Didn't much care about spending the day on CASTAWAY CAY (Disney's private Bahamian island) but that's mostly because we were coming off two weeks at our own private beach house (AKA Grandma's house).

smak dab in the middle!
"The Rock"
My favorite port was GIBRALTAR.  We took a van tour of the Rock, stopping at all the main sights --to see the Monkeys, and the bunkers -- and learning about the Rock's history.   I can't really imagine what it must have been like living there before Spain opened it's borders.  Our tour guide remembers going with his father on day long trips into Spain to shop.  Day long trips because they had to get to and from Spain via a ferry from Morroco instead of  simply walking 10 minutes to the border. Speaking of Morocco, I was supposed to spend a few days soaking up the African sun last winter and had to cancel at the last minute when my kid-care fell through. I only got slightly perturbed when we stopped to look out over the Straits of Gibraltar at Morocco and the African continent. Oh well, at least I now have pictures of Africa, even if I didn't get to step foot there.  After touring we ate lunch in town and did some shopping. I designed my own champagne flutes at Gibraltar Crystal, where the crafters hand make their items on the island itself.

What a final resting place!
WW2 Tunnels
One of the most difficult landings anywhere. They have to shut down the road for planes.
Stalactites or is it Stalgmites?
the most famous Gibraltan resident
beautiful Madeiran flowers
I also very much enjoyed MADEIRA, Portugal.  We made port at Funchal and took a sightseeing bus up into the mountains.  We saw some stunning scenery and ate a wonderful lunch of  Espada, the local catch,  at a cliffside patio cafe.  Then, we rode the bus back downtown to shop for lace and wine.  Here's another thing I like about DCL: We landed in Funchal on a Sunday, yet DCL made prior arrangements with some local shops to be open. (In contrast, that other cruise line  put us ashore in Malta on a Sunday where not-a-thing but a few tacky souvenir stands and bars were open.) Because it was Sunday, we couldn't go to a tasting at  the most famous of the Madeiran wine bars, but the wine shops we stopped into did tastings for us and of course we came home with several bottles of the famous spirit.  The Bordal lace "factory" also opened  and we saw where generations of Madeiran women have made lace products by hand; they still make their lace by hand at this factory.

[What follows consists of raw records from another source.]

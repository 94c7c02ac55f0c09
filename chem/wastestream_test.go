package chem

import "testing"

func waste(name string, grams float64, solid bool) WasteShare {
	r := ReactantNamed(name, "")
	r.Assessed = true
	return WasteShare{Reactant: r, Mass: Mass(grams) * Gram, Solid: solid}
}

// Streams as the rows WA-084 to WA-093 of waste_rules.csv say (their "applies
// when" column).
func TestWasteStreamOf(t *testing.T) {
	for _, tc := range []struct {
		name   string
		shares []WasteShare
		want   string
	}{
		{"spent oxidant", []WasteShare{waste("water", 800, false), waste("sulfuric acid", 150, false), waste("sodium dichromate", 3, false)}, "chromium(VI) aqueous, acidic"},
		{"a trace of it in solvent", []WasteShare{waste("ethyl acetate", 100, false), waste("sodium dichromate", 0.01, false)}, "chromium(VI) aqueous, acidic"},
		{"after reduction", []WasteShare{waste("water", 900, false), waste("chromium(III) sulfate", 50, false)}, "chromium(III) aqueous after reduction"},
		{"filter cake", []WasteShare{waste("water", 70, false), waste("chromium(III) hydroxide", 30, true)}, "chromium hydroxide sludge"},
		{"dichloromethane in solvent", []WasteShare{waste("dichloromethane", 2, false), waste("ethyl acetate", 98, false)}, "halogenated organic"},
		{"solvent", []WasteShare{waste("ethyl acetate", 98, false), waste("water", 2, false)}, "non-halogenated organic"},
		{"still residue", []WasteShare{waste("pentanoic acid", 60, false), waste("1-pentanol", 40, false)}, "organic acid residue"},
		{"wash", []WasteShare{waste("water", 900, false), waste("sodium chloride", 90, false), waste("ethyl acetate", 10, false)}, "aqueous bicarbonate or brine wash"},
		{"drying agent", []WasteShare{waste("magnesium sulfate", 90, true), waste("ethyl acetate", 10, false)}, "spent drying agent"},
	} {
		got, why, ok := WasteStreamOf(tc.shares)
		if !ok || got.Name != tc.want {
			t.Errorf("%s goes to %q (%s), want %q", tc.name, got.Name, why, tc.want)
		}
	}
}

func TestWasteStreamOfUnknown(t *testing.T) {
	got, why, ok := WasteStreamOf([]WasteShare{{Reactant: Reactant{Name: "mystery"}, Mass: 1}})
	if ok || why == "" {
		t.Errorf("an unassessed substance goes to %q (%s), want no stream and a reason", got.Name, why)
	}
}

// Thresholds of Reg. (EU) 2019/1148 Annex I: sulfuric acid 15 %, nitric acid 3 %
// (rows RP-001 and RP-003, with their sources).
func TestPurchaseNotes(t *testing.T) {
	for _, tc := range []struct {
		name       string
		w          Fraction
		instrument string
		want       bool
	}{
		{"sulfuric acid", 0.96, "Reg. (EU) 2019/1148", true},
		{"sulfuric acid", 0.10, "Reg. (EU) 2019/1148", false},
		{"sulfuric acid", 0, "Reg. (EU) 2019/1148", true}, // strength unknown
		{"nitric acid", 0.65, "Reg. (EU) 2019/1148", true},
		{"nitric acid", 0.02, "Reg. (EU) 2019/1148", false},
		{"sodium dichromate dihydrate", 0.995, "REACH (EC) 1907/2006 Annex XIV", true},
		{"sodium chloride", 1, "Reg. (EU) 2019/1148", false},
	} {
		got := false
		for _, n := range PurchaseNotes(tc.name, tc.w) {
			got = got || n.Instrument == tc.instrument
		}
		if got != tc.want {
			t.Errorf("PurchaseNotes(%s, %v) names %s: %v, want %v", tc.name, tc.w, tc.instrument, got, tc.want)
		}
	}
}
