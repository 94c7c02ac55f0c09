package chem

import (
	"slices"
	"strings"
	"sync"
)

// A Formation is the standard enthalpy of formation of a species at 25 °C.
type Formation struct {
	Species, Formula, CAS string
	State                 string // s, l, g or aq
	Enthalpy              MolarEnergy
	Source                string
	hill                  string // formula in Hill order, for comparison
	charge                int
}

var formations = sync.OnceValue(func() []Formation {
	var list []Formation
	for _, row := range withMore("formation_enthalpy") {
		h, ok := row.number("delta_f_H_kJ_mol")
		if !ok || strings.Contains(row.text("formula"), "·nH2O") {
			continue // entropy only, or a strength of acid that HeatOfDilution reads
		}
		list = append(list, Formation{
			Species: row.text("species"), Formula: row.text("formula"), CAS: row.text("cas"), State: row.text("state"),
			Enthalpy: MolarEnergy(h) * KilojoulePerMole, Source: row.text("source"),
			hill: mustFormula(row.text("formula")).Hill(), charge: mustFormula(row.text("formula")).Charge(),
		})
	}
	return list
})

// elementStates are the reference states of the elements that turn up in bench
// reactions; their enthalpy of formation is zero by definition.
var elementStates = map[string]string{
	"H2": "g", "N2": "g", "O2": "g", "F2": "g", "Cl2": "g", "Br2": "l", "I2": "s",
	"C": "s", "S": "s", "P4": "s", "Na": "s", "K": "s", "Mg": "s", "Ca": "s", "Al": "s",
	"Fe": "s", "Cu": "s", "Zn": "s", "Mn": "s", "Cr": "s", "Ag": "s", "Sn": "s", "Ni": "s",
	"Pb": "s", "Li": "s", "Hg": "l", "Pd": "s", "Pt": "s", "Si": "s", "Ti": "s", "Ba": "s",
	"He": "g", "Ar": "g",
}

// FormationEnthalpy returns the standard enthalpy of formation at 25 °C of a
// species by name, CAS number or formula ("SO4^2-"), in a state (s, l, g, aq).
// With an empty state an ion is taken in water and anything else in the first of
// s, l, g, aq that is tabulated, which is its normal state at 25 °C. A salt, a
// hydroxide or a strong acid in water is the sum of its ions. Ions stand
// on the scale on which H⁺(aq) is zero. Where isomers share a formula the error
// names them; it wraps ErrNoData.
func FormationEnthalpy(species, state string) (MolarEnergy, error) {
	f, err := FormationOf(species, state)
	return f.Enthalpy, err
}

// FormationOf is FormationEnthalpy with the row it came from.
func FormationOf(species, state string) (Formation, error) {
	of := "enthalpy of formation of " + species
	if state != "" {
		of += " (" + state + ")"
	}
	found := formationsOf(species)
	if len(found) == 0 {
		found = formationsOf(casOf(species)) // a synonym
	}
	if state == "aq" && !slices.ContainsFunc(found, func(f Formation) bool { return f.State == "aq" }) {
		if f, ok := dissolvedFormation(species); ok {
			return f, nil
		}
	}
	if len(found) == 0 {
		return Formation{}, &DataError{Of: of, Err: ErrNoData, Remedy: "give its enthalpy of formation in kJ/mol"}
	}
	if names := speciesNames(found); len(names) > 1 {
		return Formation{}, &DataError{Of: of, Err: ErrNoData, Limit: "it may be " + strings.Join(names, " or "), Remedy: "name the substance"}
	}
	for _, wanted := range []string{state, "s", "l", "g", "aq"} {
		for _, f := range found {
			if f.State == wanted {
				return f, nil
			}
		}
		if state != "" {
			break
		}
	}
	return Formation{}, &DataError{Of: of, Err: ErrNoData, Limit: "tabulated as " + statesOf(found), Remedy: "take that state or give its enthalpy of formation in kJ/mol"}
}

// formationsOf returns all rows of a species, in every state.
func formationsOf(species string) []Formation {
	key, hill := formulaKey(species), ""
	if formula, err := ParseFormula(species); err == nil {
		hill = formula.Hill()
		key = hill
	}
	var found []Formation
	if reference, ok := elementStates[key]; ok {
		found = append(found, Formation{Species: key, Formula: key, State: reference, Source: "zero by definition: element in its reference state"})
	}
	for _, f := range formations() {
		if f.named(species) || (hill != "" && f.hill == hill && !isElement(found, f)) {
			found = append(found, f)
		}
	}
	return found
}

// isElement says whether an element's reference row of that state is listed
// already.
func isElement(found []Formation, f Formation) bool {
	return len(found) > 0 && found[0].Species == f.hill && found[0].State == f.State
}

// named says whether a word is the name or number of this species.
func (f Formation) named(word string) bool {
	word = strings.TrimSpace(word)
	return strings.EqualFold(f.Species, word) || (f.CAS != "" && f.CAS == word)
}

// speciesNames lists the different species among rows; an element counts as
// its own name.
func speciesNames(list []Formation) []string {
	var names []string
	for _, f := range list {
		if f.Formula != f.Species && !slices.Contains(names, f.Species) {
			names = append(names, f.Species)
		}
	}
	return names
}

// statesOf lists the states of rows.
func statesOf(list []Formation) string {
	var states []string
	for _, f := range list {
		if !slices.Contains(states, f.State) {
			states = append(states, f.State)
		}
	}
	return strings.Join(states, ", ")
}

// formulaKey brings ways to write a formula together: carets, dots for water
// and superscript signs.
func formulaKey(formula string) string {
	key := strings.NewReplacer("^", "", " ", "", "*", "·", "−", "-", "–", "-").Replace(strings.TrimSpace(formula))
	return strings.ReplaceAll(key, ".", "·")
}

// A HeatPart is one ingredient of a mixture whose heat capacity is wanted.
type HeatPart struct {
	Mass         Mass
	SpecificHeat SpecificHeat
}

// MixtureHeatCapacity returns the heat capacity per mass of a mixture, the mean
// of its parts weighed by mass. Heats of mixing that change with temperature are
// left out, which costs a few per cent in strong acids and none in dilute
// solutions.
func MixtureHeatCapacity(parts ...HeatPart) (SpecificHeat, error) {
	of := "heat capacity of a mixture"
	var mass, heat float64
	for _, part := range parts {
		if !(part.Mass >= 0) || !Finite(part.Mass) {
			return 0, mustBePositive(of, "mass", part.Mass)
		}
		if err := mustBePositive(of, "heat capacity", part.SpecificHeat); err != nil {
			return 0, err
		}
		mass += float64(part.Mass)
		heat += float64(part.Mass) * float64(part.SpecificHeat)
	}
	if mass == 0 {
		return 0, mustBePositive(of, "mass", Mass(0))
	}
	return SpecificHeat(heat / mass), nil
}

And although lace isn't really my style, I now have a far better appreciation of just how much work goes into producing one lace tablecloth.
View from our table

drying Espada
CADIZ:  We spent one morning in Cadiz, a not-so-picturesque, yet very "Spanish feeling" harbor town.  We followed a self-guided walking tour we picked up from the local TI office.  We've done self-guided walking tours all over Europe but what was unique and so user friendly about the Cadiz tours is that the city has painted colored lines all throughout town.  They provide four walking tours and each is designated a color. So if you're following the purple, Medieval District tour, you simply wind your way through town following the purple painted line on the ground.  
Cadiz Cathedral
lush gardens
War Memorial

Las Ramblas
I visited BARCELONA (and London and Paris and Munich and Rome) way back in 1991 as high school Junior and it's been good fun to go back to some of these cities now, as an adult, and compare today's experiences to what my 16 year old self remembers.  I was keen to visit Barcelona this trip because back in 1991 Gaudi's Cathedral was 20 years less completed than it is today AND not open to the public.    This time not only did I get to walk around La Sagrada Familia, but I also got to go inside.  We left the boat early and scooted to the subway and made the Cathedral our first stop.  As it was, we had to wait in line about 25 minutes.  I'm guessing that by the time we left, the line to get in was at least an hour, if not longer.  After learning all about Gaudi, we walked through Barcelona's oldest historic district, following a Rick Steve's walking tour which happened to begin at a square that was being occupied by Barcelona's unemployed youth. This was months before it became the cool thing  to "occupy [insert major city here]."  (Although Barcelona's unemployment rate among young people  is close to40 % percent, so you certainly understand the frustration).  The Barcelona police were in the process of trying to clear the square when we got there.  Barcelona's futbol team was playing in a championship game that night and the city anticipated needing the square for victorious futbol celebrations.  Except, we found all this out later.  At the time all we saw were lines of police in full riot gear, oodles of news crews, and helicopters circling overhead.  In researching the event, it apparently got pretty ugly, but fortunately we were there ahead of or behind the real violence.  We also spent a couple hours strolling Las Ramblas before heading back to the boat for dinner and one last evening on board before disembarking.

Barcelona Market
school children celebrating
people protesting
helicopters circling

Gaudi's Passion

Having spent 26 nights, total, cruising with DCL, I'm still one of their biggest fans.  I can't tell you how disappointed I am our move back to the States isn't going to coincide with a westbound transatlantic reposition.  BUT, I've heard a rumor that DCL is planning a Mediterranean itinerary out of Venice in 2013 and if the stars align........

Monday, December 5, 2011

Gobble! Gobble!

I haven't yet made my top-five-coolest-things-we-did-in-Europe list, so I'm not sure which of our ramblings will make the cut. But whenever I do make such a list, our Thanksgiving day adventure in Leiden definitely gets a spot.
Leiden Centrum
Not many Americans in my neck of the woods have heard about the American Thanksgiving service held each year at the St. Pieter's Kerk  in Leiden, sponsored by the organization Overseas Americans Remember.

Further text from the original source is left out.